Kinder Morgan Inc (NYSE:KMI) reported a drop of 13.7% to $1.568 billion in revenues in Q2 2020 because of a slump in demand for energy. It has seen a dip in revenues across its business segments like natural gas pipelines (down by 5.13% to $1.016 billion), carbon dioxide (declined by 15.21% to $156 million), products pipelines (down by 26% to $227 million), and terminals (dropped by 21% to $229 million) in Q2 2020.
The producing customers’ shut down wells because of weak prices and thus affected the business of natural gas pipeline earnings. Lower CO2 volumes, oil, and NGL prices caused a dip in carbon dioxide arm’s earnings. The drop in demand for refined products affected the earnings of the pipeline business. Kinder Morgan managed to offset the losses because of the higher use of the liquids storage terminals.

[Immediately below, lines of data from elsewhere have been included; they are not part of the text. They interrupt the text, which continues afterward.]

@dataclass(frozen=True, eq=False, kw_only=True)
class EquationDepths:
    """Depths of one point by an intensity equation, which is a source of depths.

    Parameters
    ----------
    point : str
        Its id.
    equation : str
        One of :data:`EQUATIONS`.
    coefficients : tuple of mapping
        With an ``x`` ("bernard" and "sherman"): one set, for all return periods. Else one set a return period.
    return_periods : array of float, shape (n,)
        Years, rising, counted in ``series``. With an ``x`` the first and the last bound the equation's validity.
    valid : tuple of float
        The shortest and the longest duration for which the coefficients are valid, minutes.
    unit : str
        Of the equation's intensity, one of :data:`~basinrain.designstorm.measures.INTENSITY_UNITS`.
    duration_unit : str
        Of the equation's duration, one of :data:`~basinrain.designstorm.measures.DURATION_UNITS`.
    series : str
        One of :data:`~basinrain.designstorm.exceedance.SERIES`.
    source, date : str
        Where the coefficients come from, and of when they are; not blank.

    Raises
    ------
    JobError
        All of: names, units or ranges that are not known or cannot be; coefficients that are missing, not known or not
        finite. Then all of: coefficients by which, within the validity, intensity is not above 0 or rises with
        duration, or depth falls with duration or rarity; it is said where.

    Notes
    -----
    Between return periods that have a set each, depth is linear in the Gumbel reduced variate. Beyond the validity,
    when asked, the equation goes on, and so does the last segment between two sets.

    Examples
    --------
    >>> denver = EquationDepths(
    ...     point="Denver",
    ...     equation="general",
    ...     coefficients=({"c": 96.6, "e": 0.97, "f": 13.9},),
    ...     return_periods=np.array([10.0]),
    ...     valid=(5.0, 120.0),
    ...     unit="in/h",
    ...     duration_unit="min",
    ...     series="annual-maximum",
    ...     source="Wenzel (1982), from memory",
    ...     date="1982",
    ... )
    >>> depth = denver.at(np.array([20.0]), Frequency(10.0, "annual-maximum"))
    >>> (depth / 25.4 * 3).round(4)  # in/h
    array([[3.0018]])
    """

    point: str
    equation: str
    coefficients: tuple[Coefficients, ...]
    return_periods: Floats
    valid: tuple[float, float]
    unit: str
    duration_unit: str
    series: str
    source: str
    date: str

    def __post_init__(self) -> None:
        put = object.__setattr__
        put(self, "coefficients", tuple(dict(one) for one in self.coefficients))
        periods = np.array(self.return_periods, dtype=np.float64)
        periods.setflags(write=False)
        put(self, "return_periods", periods)
        put(self, "valid", tuple(float(minutes) for minutes in self.valid))
        problems = Problems()
        self._check_choices(problems)
        problems.raise_as(JobError)
        self._check_periods(problems)
        problems.raise_as(JobError)
        for one in range(len(self.coefficients)):
            self._check_names(one, problems)
        problems.raise_as(JobError)
        for one in range(len(self.coefficients)):
            self._check_shape(one, problems)
        problems.raise_as(JobError)
        self._check_rarity(problems)
        problems.raise_as(JobError)

    def _check_choices(self, problems: Problems) -> None:
        for key, value, known in (
            ("equation", self.equation, tuple(EQUATIONS)),
            ("unit", self.unit, INTENSITY_UNITS),
            ("duration_unit", self.duration_unit, tuple(DURATION_UNITS)),
            ("series", self.series, SERIES),
        ):
            problems.check_known(f"[design.depths] {key}", value, known)
        for key in ("point", "source", "date"):
            if not getattr(self, key).strip():
                problems.add(item=f"[design.depths] {key}", found="nothing", expected=f"the {key} of the depths")
        if not 0 < self.valid[0] < self.valid[1] < np.inf:
            problems.add(
                item="[design.depths] valid",
                found=" to ".join(f"{minutes:g}" for minutes in self.valid) + " minutes",
                expected="the shortest and the longest valid duration, above 0 and rising",
            )

    def _check_periods(self, problems: Problems) -> None:
        for years in self.return_periods:
            try:
                Frequency(float(years), self.series)
            except JobError as error:
                problems.extend(error)
        for place in np.flatnonzero(np.diff(self.return_periods) <= 0):
            problems.add(
                item="return periods",
                found=f"{self.return_periods[place + 1]:g} years after {self.return_periods[place]:g}",
                expected="each once, rising",
            )
        if not self.return_periods.size:
            problems.add(item="return periods", found="none", expected="those for which the coefficients are valid")
        powers = sum(_POWER in one for one in self.coefficients)
        wanted = 1 if powers else len(self.return_periods)
        if len(self.coefficients) != wanted:
            problems.add(
                item="[design.depths] coefficients",
                found=f"{len(self.coefficients)} set{'' if len(self.coefficients) == 1 else 's'}",
                expected=f"one set, since it has {_POWER}"
                if powers
                else f"{wanted}, one a return period"
                + (f", or one set with {_POWER}" if EQUATIONS[self.equation].power else ""),
            )

    def _item(self, one: int, name: str = "") -> str:
        whose = f" of {self.frequencies[one].label}" if len(self.coefficients) > 1 else ""
        return f"[design.depths] coefficients{'.' if name else ''}{name}{whose}"

    def _check_names(self, one: int, problems: Problems) -> None:
        given, form = self.coefficients[one], EQUATIONS[self.equation]
        known = (*form.coefficients, _POWER) if form.power else form.coefficients
        for name in form.coefficients:
            if name not in given:
                problems.add(
                    item=self._item(one, name), found="nothing", expected=f"the coefficient {name} of {form.formula}"
                )
        for name, value in given.items():
            if name not in known:
                problems.add(
                    item=self._item(one, name),
                    found="that the equation does not have it",
                    expected=form.formula,
                    remedy=nearest_name(name, known),
                )
            elif not np.isfinite(value) or (name == form.coefficients[0] and value <= 0):
                finite = "a number above 0" if name == form.coefficients[0] else "a finite number"
                problems.add(item=self._item(one, name), found=f"{value:g}", expected=finite)

    def _check_shape(self, one: int, problems: Problems) -> None:
        """Depth must grow and intensity fall; how steeply intensity falls is monotone, so the ends decide."""
        form, given = EQUATIONS[self.equation], self.coefficients[one]
        ends = np.array(self.valid)
        with np.errstate(over="ignore", divide="ignore", invalid="ignore"):
            depth = self._depth(one, ends)
        sound = np.isfinite(depth) & (depth > 0)
        if not sound.all():
            problems.add(
                item=self._item(one),
                found=f"that {form.formula} has no value above 0 at {duration_text(ends[int(sound[0])])}",
                expected="intensities above 0 at every valid duration",
                remedy="correct the coefficients, or narrow valid",
            )
            return
        between = np.geomspace(*self.valid, _GRID)
        steepness = form.steepness(self._time(between), given)
        for wrong, found in (
            (steepness > 1 + SLACK, "depth falls with duration"),
            (steepness < -SLACK, "intensity rises with duration"),
        ):
            if wrong.any():
                first, last = (duration_text(float(f"{between[wrong][k]:.3g}")) for k in (0, -1))
                problems.add(
                    item=self._item(one),
                    found=f"that by {form.formula} {found} from {first} to {last}",
                    expected="depth that grows and intensity that falls at every valid duration",
                    remedy="correct the coefficients, or narrow valid",
                )

    def _check_rarity(self, problems: Problems) -> None:
        if len(self.coefficients) == 1:
            power = self.coefficients[0].get(_POWER, 0.0)
            with np.errstate(over="ignore"):
                finite = np.isfinite(self.return_periods[-1] ** power)
            if power < 0 or not finite:
                found = f"{power:g}, by which depth " + ("falls with rarity" if power < 0 else "has no bounds")
                problems.add(item=self._item(0, _POWER), found=found, expected="0 or more", remedy="correct it")
            return
        between = np.geomspace(*self.valid, _GRID)
        depth = np.array([self._depth(one, between) for one in range(len(self.coefficients))])
        wrong = depth[1:] < depth[:-1] * (1 - SLACK)
        for one in np.flatnonzero(wrong.any(axis=1)).tolist():
            k = int(wrong[one].argmax())
            minutes = float(between[k])
            problems.add(
                item=self._item(one + 1),
                found=f"{depth_words(depth[one + 1, k], minutes, self.unit)} of {duration_text(minutes)}, less than "
                f"{depth_words(depth[one, k], minutes, self.unit)} of {self.frequencies[one].label}",
                expected="a depth that does not fall with rarity at any valid duration",
                remedy="correct the coefficients, or narrow valid",
            )

    @property
    def points(self) -> tuple[str, ...]:
        """The id of the point."""
        return (self.point,)

    @property
    def areal(self) -> bool:
        """False: equations are of points."""
        return False

    @property
    def shortest(self) -> float:
        """The shortest valid duration, minutes."""
        return self.valid[0]

    @property
    def longest(self) -> float:
        """The longest valid duration, minutes."""
        return self.valid[1]

    @cached_property
    def frequencies(self) -> tuple[Frequency, ...]:
        """The frequencies that have coefficients, or that bound them, the most frequent first."""
        return tuple(Frequency(float(years), self.series) for years in self.return_periods)

    def at(self, minutes: Floats, frequency: Frequency, *, extrapolate: bool = False) -> Floats:
        """Return depths of durations at one frequency.

        Parameters
        ----------
        minutes : array of float, shape (n,)
            Durations, in any order.
        frequency
            Counted in the series of the equation.
        extrapolate
            Whether to go on beyond the validity.

        Returns
        -------
        array of float, shape (1, n)
            mm.

        Raises
        ------
        MethodError
            A duration or the frequency lies outside the validity and ``extrapolate`` is false; the frequency is counted
            in another series; going on gives a depth that is not above 0 or falls with duration, or an intensity that
            rises.
        """
        minutes = np.atleast_1d(np.asarray(minutes, dtype=np.float64))
        power = _POWER in self.coefficients[0]
        outside = check_reach(
            minutes,
            frequency,
            durations=self.valid,
            frequencies=self.frequencies,
            extrapolate=extrapolate,
            fixed_law=power,
        )
        if outside:
            known = np.unique(np.concatenate((minutes, self.valid)))
            with np.errstate(divide="ignore", invalid="ignore"):
                refuse_unphysical(self._between(known, frequency), known, self.points, frequency)
        return self._between(minutes, frequency)

    def _between(self, minutes: Floats, frequency: Frequency) -> Floats:
        if _POWER in self.coefficients[0]:
            growth = np.float64(frequency.return_period) ** self.coefficients[0][_POWER]
            grown: Floats = self._depth(0, minutes)[None] * growth
            return grown
        variates = np.array([known.variate for known in self.frequencies])
        below, above, share = (v[0] for v in bracket(variates, np.array([frequency.variate])))
        depth: Floats = self._depth(below, minutes) * (1 - share) + self._depth(above, minutes) * share
        return depth[None]

    def _time(self, minutes: Floats) -> Floats:
        return minutes / DURATION_UNITS[self.duration_unit]

    def _depth(self, one: int, minutes: Floats) -> Floats:
        """Depths in mm of one set of coefficients, without the power of the return period."""
        form, given = EQUATIONS[self.equation], self.coefficients[one]
        numerator = given[form.coefficients[0]]
        return in_mm(numerator / form.denominator(self._time(minutes), given), minutes, self.unit)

Kinder Morgan declared a per-share dividend of $0.2625, which will be paid on August 17, 2020, for this quarter. It represents an increase of 5% compared to Q2 2019.
Confident of achieving revised guidance
Several states issued stay at home orders to contain the spread of coronavirus and prevent deaths. It caused a dip in demand for energy because several industries are shutdown. Kinder Morgan experienced fluctuations in prices and volumes in Q2 2020. However, it sees a recovery in some of its businesses. Kinder Morgan expects to maintain revised guidance of $7.6 billion for 2020 and declare a promised per share dividend of $1.25.
Richard D. Kinder, EC of Kinder Morgan, said the company generated substantial revenues despite the ongoing coronavirus crisis. He further said economic recovery worldwide is still uncertain, but the company sees optimism about improving its business. The company expects to decide the guidance during a conference in January 2021 because the budget for 2021 will be ready at that time.
Lowers capital spending
Kinder Morgan also revised its capital expenses to $1.74 billion. It helps the company improve the cash flow of $100 million to cover dividends with DCF and capital expenses. All these measures will help the company to maintain a strong balance sheet.
Steve Kean, CEO of Kinder Morgan, said the company protects its employees at this difficult juncture while ensuring essential services on priority to citizens.
Kinder Morgan promoted Products Pipelines arm president – James Holland to COO. Previous CSO, Dax Sanders, will act as President of the product pipeline business.